I am here today to remember Alfie, his family, and his unprecedented fight. But I'm also here to tell you that he left us a task to continue. Every day we receive reports from families around the world who ask us for help.

We see everything to happen. Diagnoses, therapies, home care and palliative care are often denied. Some are denied the possibility of participating in serious and already regulated experimental trials in other countries and the transfer is forbidden. Families are left alone by the state that denies the necessary economic aid and sometimes even life-saving medicines. No one offers them the option of psychological or religious support.
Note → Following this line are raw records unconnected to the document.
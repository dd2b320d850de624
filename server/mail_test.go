package server

import (
	"bytes"
	"context"
	"crypto/ecdsa"
	"crypto/elliptic"
	"crypto/rand"
	"crypto/tls"
	"crypto/x509"
	"encoding/pem"
	"errors"
	"io"
	"log/slog"
	"math/big"
	"mime"
	"mime/multipart"
	"mime/quotedprintable"
	"net"
	"net/mail"
	"os"
	"path/filepath"
	"strconv"
	"strings"
	"sync"
	"testing"
	"time"

	"github.com/emersion/go-sasl"
	"github.com/emersion/go-smtp"

	"tripwell/store"
)

// postOffice is a real SMTP server on loopback that keeps what it takes.
type postOffice struct {
	mu      sync.Mutex
	taken   []string
	to      []string
	refuse  string // said instead of taking a message
	user    string // "" asks for nobody
	secret  string
	port    int
	trust   string // its certificate, PEM
	tlsUsed int
}

func newPostOffice(t *testing.T, user, secret string, implicit bool) *postOffice {
	t.Helper()
	p := &postOffice{user: user, secret: secret}
	cert := p.certificate(t)
	s := smtp.NewServer(p)
	s.Domain, s.AllowInsecureAuth = "localhost", false
	s.TLSConfig = &tls.Config{Certificates: []tls.Certificate{cert}, MinVersion: tls.VersionTLS12}
	l, err := net.Listen("tcp", "127.0.0.1:0")
	must(t, err)
	p.port = l.Addr().(*net.TCPAddr).Port
	if implicit {
		l = tls.NewListener(l, s.TLSConfig)
	}
	ended := make(chan error, 1)
	go func() { ended <- s.Serve(l) }()
	t.Cleanup(func() {
		must(t, s.Close())
		if err := <-ended; err != nil && !errors.Is(err, smtp.ErrServerClosed) {
			t.Error(err)
		}
	})
	return p
}

// certificate makes one for 127.0.0.1 that nobody trusts by itself.
func (p *postOffice) certificate(t *testing.T) tls.Certificate {
	key, err := ecdsa.GenerateKey(elliptic.P256(), rand.Reader)
	must(t, err)
	made := &x509.Certificate{SerialNumber: big.NewInt(1), NotBefore: time.Now().Add(-time.Hour), NotAfter: time.Now().Add(24 * time.Hour), IPAddresses: []net.IP{net.IPv4(127, 0, 0, 1)}, IsCA: true, BasicConstraintsValid: true, KeyUsage: x509.KeyUsageCertSign | x509.KeyUsageDigitalSignature}
	raw, err := x509.CreateCertificate(rand.Reader, made, made, &key.PublicKey, key)
	must(t, err)
	p.trust = string(pem.EncodeToMemory(&pem.Block{Type: "CERTIFICATE", Bytes: raw}))
	return tls.Certificate{Certificate: [][]byte{raw}, PrivateKey: key}
}

func (p *postOffice) NewSession(c *smtp.Conn) (smtp.Session, error) {
	return &visitor{p: p, conn: c}, nil
}

type visitor struct {
	p    *postOffice
	conn *smtp.Conn
	in   bool
}

func (v *visitor) AuthMechanisms() []string { return []string{sasl.Plain} }
func (v *visitor) Auth(string) (sasl.Server, error) {
	return sasl.NewPlainServer(func(_, user, secret string) error {
		if user != v.p.user || secret != v.p.secret {
			return &smtp.SMTPError{Code: 535, EnhancedCode: smtp.EnhancedCode{5, 7, 8}, Message: "Authentication credentials invalid"} // RFC 4954 6
		}
		v.in = true
		return nil
	}), nil
}
func (v *visitor) Reset()        {}
func (v *visitor) Logout() error { return nil }
func (v *visitor) Mail(string, *smtp.MailOptions) error {
	if v.p.user != "" && !v.in {
		return smtp.ErrAuthRequired
	}
	return nil
}
func (v *visitor) Rcpt(to string, _ *smtp.RcptOptions) error {
	v.p.mu.Lock()
	defer v.p.mu.Unlock()
	if v.p.refuse != "" {
		return &smtp.SMTPError{Code: 450, EnhancedCode: smtp.EnhancedCode{4, 2, 1}, Message: v.p.refuse}
	}
	v.p.to = append(v.p.to, to)
	return nil
}
func (v *visitor) Data(r io.Reader) error {
	raw, err := io.ReadAll(r)
	v.p.mu.Lock()
	defer v.p.mu.Unlock()
	v.p.taken = append(v.p.taken, string(raw))
	if _, secured := v.conn.TLSConnectionState(); secured {
		v.p.tlsUsed++
	}
	return err
}

func (p *postOffice) count() int {
	p.mu.Lock()
	defer p.mu.Unlock()
	return len(p.taken)
}

func (p *postOffice) turn(refuse string) {
	p.mu.Lock()
	defer p.mu.Unlock()
	p.refuse = refuse
}

// bureau is a store with a clock of its own, behind a server that logs into a buffer.
type bureau struct {
	*Server
	dir  string
	now  time.Time
	log  bytes.Buffer
	boss store.Person
}

func newBureau(t *testing.T, now time.Time) *bureau {
	t.Helper()
	b := &bureau{dir: t.TempDir(), now: now}
	b.start(t)
	var err error
	b.boss, err = b.store.PutPerson(t.Context(), "", store.Person{Name: "Manager 1", Role: "manager", All: true, Active: true})
	must(t, err)
	t.Cleanup(func() { must(t, b.store.Close()) })
	return b
}

func (b *bureau) start(t *testing.T) {
	t.Helper()
	s, err := store.Open(b.dir, store.Options{Now: func() time.Time { return b.now }, Create: true})
	must(t, err)
	b.Server, err = New(s, Options{Log: slog.New(slog.NewTextHandler(&b.log, nil))})
	must(t, err)
}

func (b *bureau) settle(t *testing.T, p *postOffice, how string, user, secret string) {
	t.Helper()
	must(t, b.store.SetMailSettings(t.Context(), store.MailSettings{Host: "127.0.0.1", Port: p.port, TLS: how, User: user, From: "tests@example.org", Link: "https://tests.example", Trust: p.trust}, &secret))
}

// parts gives the plain and the HTML part of a message as they are read.
func parts(t *testing.T, raw string) (head mail.Header, text, page string) {
	t.Helper()
	m, err := mail.ReadMessage(strings.NewReader(raw))
	must(t, err)
	kind, params, err := mime.ParseMediaType(m.Header.Get("Content-Type"))
	must(t, err)
	if kind != "multipart/alternative" { // RFC 2046 5.1.4: the plain part first, the richest last
		t.Fatalf("got %s", kind)
	}
	r := multipart.NewReader(m.Body, params["boundary"])
	for {
		part, err := r.NextRawPart()
		if errors.Is(err, io.EOF) {
			return m.Header, text, page
		}
		must(t, err)
		body, err := io.ReadAll(quotedprintable.NewReader(part))
		must(t, err)
		if strings.HasPrefix(part.Header.Get("Content-Type"), "text/html") {
			page = string(body)
		} else {
			text = string(body)
			if page != "" {
				t.Error("the plain part comes after the other")
			}
		}
	}
}

// stock gives the bureau a site where something failed and is still in use, and something is overdue.
func (b *bureau) stock(t *testing.T) {
	t.Helper()
	ctx := t.Context()
	site := newID()
	put := func(drafts ...store.Draft) {
		for i := range drafts {
			drafts[i].By = b.boss.ID
		}
		_, err := b.store.Append(ctx, drafts...)
		must(t, err)
	}
	put(store.Draft{Kind: "site.registered", Log: site, Subject: site, Body: set{"set": set{"code": "ELM", "name": "Elm House", "zone": "America/Chicago", "standard": "NEC"}}},
		store.Draft{Kind: "instrument.set", Log: "org", Subject: newID(), Body: set{"set": set{"name": "Analyser 2", "calibration_due": "2026-12-10"}}})
	for range 3 {
		device := newID()
		put(store.Draft{Kind: "device.registered", Log: site, Subject: device, Body: set{"set": set{"kind": "gfci-receptacle", "where": "Pump pit", "make": "Make A"}}})
		b.now = b.now.Add(time.Second)
	}
	var first string
	must(t, b.store.View(store.Scope{All: true, Role: "owner"}, func(v *store.View) error {
		for d, err := range v.Devices(site) {
			if err != nil {
				return err
			}
			first = d.ID
		}
		return nil
	}))
	b.now = time.Date(2026, 12, 3, 18, 0, 0, 0, time.UTC)
	put(store.Draft{Kind: "entry.made", Log: site, Subject: first, Body: set{"form": "gfci-receptacle/button", "given": set{"kind": "gfci-receptacle"}, "source": "office",
		"readings": set{"condition": "sound", "found": "on", "button_trips": "no"}}})
}

func TestDigest_OnceAPersonAndDayAlsoOverARestart(t *testing.T) {
	b := newBureau(t, time.Date(2026, 11, 3, 8, 0, 0, 0, time.UTC))
	b.stock(t)
	p := newPostOffice(t, "office", "a secret, kept", false)
	b.settle(t, p, store.MailStartTLS, "office", "a secret, kept")
	must(t, b.store.PutDigest(t.Context(), store.Digest{Person: b.boss.ID, Every: "daily", Hour: 7, Zone: "America/Chicago", To: "boss@example.org"}))
	ctx := t.Context()

	b.now = time.Date(2026, 12, 4, 12, 59, 0, 0, time.UTC) // 06:59 in Chicago
	b.sendDue(ctx)
	if p.count() != 0 {
		t.Fatal("sent before its hour")
	}
	b.now = time.Date(2026, 12, 4, 13, 0, 0, 0, time.UTC)
	b.sendDue(ctx)
	b.sendDue(ctx)
	if p.count() != 1 || p.tlsUsed != 1 || p.to[0] != "boss@example.org" {
		t.Fatalf("got %d messages, %d secured, to %v, want one", p.count(), p.tlsUsed, p.to)
	}
	must(t, b.store.Close())
	b.start(t)
	b.now = b.now.Add(9 * time.Hour)
	b.sendDue(ctx)
	if p.count() != 1 {
		t.Fatal("sent twice on one day, over a restart")
	}
	b.now = time.Date(2026, 12, 5, 13, 5, 0, 0, time.UTC)
	b.sendDue(ctx)
	if p.count() != 2 {
		t.Fatal("nothing sent on the next day")
	}

	head, text, page := parts(t, p.taken[0])
	subject, err := new(mime.WordDecoder).DecodeHeader(head.Get("Subject"))
	must(t, err)
	if !strings.HasPrefix(subject, "1 failed and still in use. ") || head.Get("Message-ID") == "" || head.Get("Auto-Submitted") != "auto-generated" || !strings.Contains(head.Get("List-Unsubscribe"), "/reminders") {
		t.Errorf("subject %q, head %v", subject, head)
	}
	order := []string{"1 failed and still in use.", "for 19 hours", "Overdue", "Elm House: 2 × button test", "Certificates", "ends on 2026-12-10"}
	for _, body := range []string{text, page} {
		at := 0
		for _, want := range order {
			i := strings.Index(body[at:], want)
			if i < 0 {
				t.Fatalf("%q does not follow in %s", want, body)
			}
			at += i
		}
		if !strings.Contains(body, "https://tests.example/devices/") {
			t.Errorf("no link to the device: %s", body)
		}
	}

	// Nothing of the password in what is logged or in the book's file.
	book, err := os.ReadFile(filepath.Join(b.dir, store.BookFile))
	must(t, err)
	if strings.Contains(b.log.String(), "a secret") || bytes.Contains(book, []byte("a secret, kept")) {
		t.Error("the password stands in the log or in the book's file")
	}
}

func TestDigest_AFailureIsToldInTheServersWordsAndTriedAgain(t *testing.T) {
	b := newBureau(t, time.Date(2026, 12, 4, 5, 0, 0, 0, time.UTC))
	p := newPostOffice(t, "", "", true)
	b.settle(t, p, store.MailTLS, "", "")
	must(t, b.store.PutDigest(t.Context(), store.Digest{Person: b.boss.ID, Every: "weekly", Weekday: time.Friday, Hour: 6, Zone: "UTC", To: "boss@example.org"}))
	p.turn("Mailbox busy, come back later")
	b.now = time.Date(2026, 12, 4, 6, 30, 0, 0, time.UTC) // a Friday
	b.sendDue(t.Context())
	d, _, err := b.store.Digest(b.boss.ID)
	must(t, err)
	if said := b.digestSaid(d); len(said) != 1 || said[0].Shape != "fail" || !strings.Contains(said[0].Text, "Mailbox busy, come back later") {
		t.Fatalf("got %+v", said)
	}
	p.turn("")
	b.now = b.now.Add(5 * time.Minute)
	b.sendDue(t.Context())
	if p.count() != 0 {
		t.Error("tried again too soon")
	}
	b.now = b.now.Add(20 * time.Minute)
	b.sendDue(t.Context())
	if d, _, _ := b.store.Digest(b.boss.ID); p.count() != 1 || d.Fault != "" || d.Sent.IsZero() {
		t.Errorf("got %d messages, %+v", p.count(), d)
	}
	b.now = time.Date(2026, 12, 5, 7, 0, 0, 0, time.UTC) // Saturday
	b.sendDue(t.Context())
	if p.count() != 1 {
		t.Error("a weekly digest went out on another day")
	}
}

func TestDigest_ABrokenOffTryIsNotRepeated(t *testing.T) {
	b := newBureau(t, time.Date(2026, 12, 4, 5, 0, 0, 0, time.UTC))
	p := newPostOffice(t, "", "", false)
	b.settle(t, p, store.MailStartTLS, "", "")
	must(t, b.store.PutDigest(t.Context(), store.Digest{Person: b.boss.ID, Every: "daily", Hour: 6, Zone: "UTC", To: "boss@example.org"}))
	b.now = time.Date(2026, 12, 4, 6, 30, 0, 0, time.UTC)
	_, begun, err := b.store.BeginDigest(context.Background(), b.boss.ID) // and then the machine stopped
	if err != nil || !begun {
		t.Fatal(begun, err)
	}
	must(t, b.store.Close())
	b.start(t)
	b.now = b.now.Add(2 * time.Hour)
	b.sendDue(t.Context())
	d, _, err := b.store.Digest(b.boss.ID)
	must(t, err)
	if said := b.digestSaid(d); p.count() != 0 || len(said) != 1 || said[0].Shape != "watch" {
		t.Errorf("got %d messages, %+v", p.count(), said)
	}
}

func TestMail_WrongPasswordAndUntrustedCertificate(t *testing.T) {
	r := newRig(t, 0)
	manager := r.signIn(r.manager)
	p := newPostOffice(t, "office", "right", false)
	form := setAll(r.openForm(manager, "/mail"), "host", "127.0.0.1", "port", strconv.Itoa(p.port), "tls", "starttls", "user", "office", "secret", "wrong", "from", "tests@example.org", "link", "https://tests.example", "test_to", "boss@example.org")
	page := r.submit(manager, "/mail", form.Encode())
	if !strings.Contains(page.body, "certificate") || p.count() != 0 {
		t.Errorf("a certificate nobody trusts: %s", messagesOf(page.body))
	}
	form.Set("trust", p.trust)
	page = r.submit(manager, "/mail", form.Encode())
	if !strings.Contains(page.body, "535") || !strings.Contains(page.body, "Authentication credentials invalid") || p.count() != 0 {
		t.Errorf("a wrong password: %s", messagesOf(page.body))
	}
	if strings.Contains(page.body, `value="wrong"`) {
		t.Error("the password comes back on the page")
	}
	form.Set("secret", "right")
	page = r.submit(manager, "/mail", form.Encode())
	if !strings.Contains(page.body, "The server took a test message") || p.count() != 1 {
		t.Errorf("got %d messages: %s", p.count(), messagesOf(page.body))
	}
	if back := r.open(manager, "/mail").body; strings.Contains(back, "right\"") || !strings.Contains(back, "One is kept") {
		t.Error("the page shows the password, or not that there is one")
	}
	form.Del("secret")
	if r.submit(manager, "/mail", form.Encode()); p.count() != 2 {
		t.Error("an empty password did not leave the one that is kept")
	}
	info, err := os.Stat(filepath.Join(r.dir, "keys", "mail.secret"))
	if err != nil || info.Mode().Perm() != 0o600 {
		t.Errorf("keys/mail.secret: %v %v", info, err)
	}
	some := r.person("Manager 2", "manager", r.site)
	if got := r.open(r.signIn(some), "/mail").status; got != 403 {
		t.Errorf("a manager of some sites: got %d, want 403", got)
	}
	if got := r.submit(r.signIn(r.crew), "/mail", form.Encode()).status; got != 403 {
		t.Errorf("crew: got %d, want 403", got)
	}
}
I am here to ask the Government for a serious, strong, determined commitment in favour of life. We show Europe that the euthanasia drift can be stopped. Every life, even the most vulnerable and fragile, is worth living. The power to decide the life or death of someone cannot be left to doctors and judges.

Steadfast Onlus will always be available to participate at a constructive discussion table with all the political parties that would like to put the defence of life at the centre of their political agenda.